Time-scale mechanical behaviors of locust semi-lunar process cuticles under power amplification for rapid movements.

The semi-lunar process (SLP) is a key component in the power amplification of locusts to achieve rapid movements. Its mechanical properties determine the amount of the power amplification and the subsequent locomotion performance. As previously reported, the SLP cuticle endures physiological dynamic loadings. However, the time-scale mechanical properties of the SLP are still unknown, especially under stress relaxation and cyclic loadings.

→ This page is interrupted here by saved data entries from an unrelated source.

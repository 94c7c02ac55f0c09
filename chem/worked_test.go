package chem

import (
	"cmp"
	"encoding/csv"
	"math"
	"os"
	"path/filepath"
	"strconv"
	"strings"
	"testing"
)

// workedOwner is the test that reproduces the rows of a method, and how its file tells
// the method's rows.
type workedOwner struct{ folder, test, word string }

// workedOwners says which test reproduces the rows of each method of
// testdata/worked_examples.csv. Each of these tests fails on a row that it can't
// compute, so that none is passed over.
var workedOwners = map[string]workedOwner{
	"a_stoichiometry":  {".", "TestWorkedStoichiometry", ""},
	"b_redox_balance":  {".", "TestWorkedBalances", ""},
	"c_concentration":  {".", "TestWorkedSolutions", ""},
	"c_dilution_heat":  {".", "TestWorkedSolutions", ""},
	"d_acid_base":      {".", "TestWorkedSolutions", ""},
	"i_green":          {".", "TestWorkedSolutions", ""},
	"e_extraction":     {".", "TestWorkedPhases", `"efghj"`},
	"f_drying":         {".", "TestWorkedPhases", `"efghj"`},
	"g_vapour":         {".", "TestWorkedPhases", `"efghj"`},
	"h_heat":           {".", "TestWorkedPhases", `"efghj"`},
	"j_chromium_waste": {".", "TestWorkedPhases", `"efghj"`},
	"k_inventory":      {"../planner", "TestWorkedInventory", ""},
	"l_combinatorial":  {"../planner", "TestWorkedCovers", ""},
	"m_vessels":        {"../planner", "TestWorkedVessels", ""},
}

// TestWorkedMethodsHaveTests checks that every method in the file has its test, and
// that the test names the method.
func TestWorkedMethodsHaveTests(t *testing.T) {
	methods := map[string]bool{}
	for _, e := range workedExamples(t) {
		methods[e.method] = true
	}
	for method := range methods {
		owner, ok := workedOwners[method]
		if !ok {
			t.Errorf("no test reproduces the rows of %s", method)
			continue
		}
		if word := cmp.Or(owner.word, method); !testNames(t, owner.folder, "func "+owner.test, word) {
			t.Errorf("%s: no test file holds %s and %q", owner.folder, owner.test, word)
		}
	}
}

// testNames reports whether one test file of a folder, this one left out, holds all
// the words.
func testNames(t *testing.T, folder string, words ...string) bool {
	t.Helper()
	files, err := filepath.Glob(filepath.Join(folder, "*_test.go"))
	if err != nil {
		t.Fatal(err)
	}
	for _, file := range files {
		text, err := os.ReadFile(file)
		if err != nil {
			t.Fatal(err)
		}
		if file == "worked_test.go" {
			continue // this file names them all
		}
		held := 0
		for _, word := range words {
			if strings.Contains(string(text), word) {
				held++
			}
		}
		if held == len(words) {
			return true
		}
	}
	return false
}

// workedExample is one row of the file; the source stands in it.
type workedExample struct {
	id, method, ask, expected, unit, source string
	tolerance                               float64 // 0 where the row says exact
	items                                   []workedItem
}

// workedItem is one input, in the order of the row.
type workedItem struct{ key, value string }

func workedExamples(t *testing.T, methods ...string) []workedExample {
	t.Helper()
	file, err := os.Open("../testdata/worked_examples.csv")
	if err != nil {
		t.Fatal(err)
	}
	defer file.Close()
	records, err := csv.NewReader(file).ReadAll()
	if err != nil {
		t.Fatal(err)
	}
	var list []workedExample
	for _, f := range records[1:] {
		e := workedExample{id: f[0], method: f[1], expected: f[3], unit: f[4], source: f[6]}
		e.tolerance, _ = strconv.ParseFloat(f[5], 64) // "exact" is 0
		for item := range strings.SplitSeq(f[2], ";") {
			key, value, _ := strings.Cut(strings.TrimSpace(item), "=")
			e.items = append(e.items, workedItem{key, value})
		}
		e.ask = e.input("ask")
		if len(methods) == 0 || contains(methods, e.method) {
			list = append(list, e)
		}
	}
	if len(list) == 0 {
		t.Fatalf("no rows of %v", methods)
	}
	return list
}

func contains(list []string, s string) bool {
	for _, x := range list {
		if x == s {
			return true
		}
	}
	return false
}

// input returns the value of a key, "" without.
func (e workedExample) input(key string) string {
	for _, i := range e.items {
		if i.key == key {
			return i.value
		}
	}
	return ""
}

// check compares a number with the row.
func (e workedExample) check(t *testing.T, got float64) {
	t.Helper()
	want, err := strconv.ParseFloat(e.expected, 64)
	if err != nil {
		t.Fatalf("%s: expected %q isn't a number", e.id, e.expected)
	}
	if !(math.Abs(got-want) <= e.tolerance*(1+1e-9)) {
		t.Errorf("%s: %s = %v %s, want %v ± %v (%s)", e.id, e.ask, got, e.unit, want, e.tolerance, e.source)
	}
}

In this paper, the SLP cuticles of adult desert locusts (Schistocerca gregaria) were studied using stress relaxation and cyclic tests, with loadings corresponding to the physiological loading conditions of the power amplification. The SLP cuticle was found to show pronounced stress relaxation behavior with the resultant force and an evident time shift between the maximal displacement and the maximal resultant force. The number of loading cycles before mechanical failure (life cycle number) increases when the SLP cuticle is cyclically loaded by a lower stress level. Moreover, the failure strength of the SLP at low cycles equals the physiological stress level in the power amplification, implying that the healing of the cuticle might contribute to the successful performance of numerous jumps in the course of the adult locust life. This study not only deepens our understanding of the power amplification mechanism of locust locomotion but also provides valuable knowledge for the design optimization of bioinspired jumping robots and elastic energy storage devices.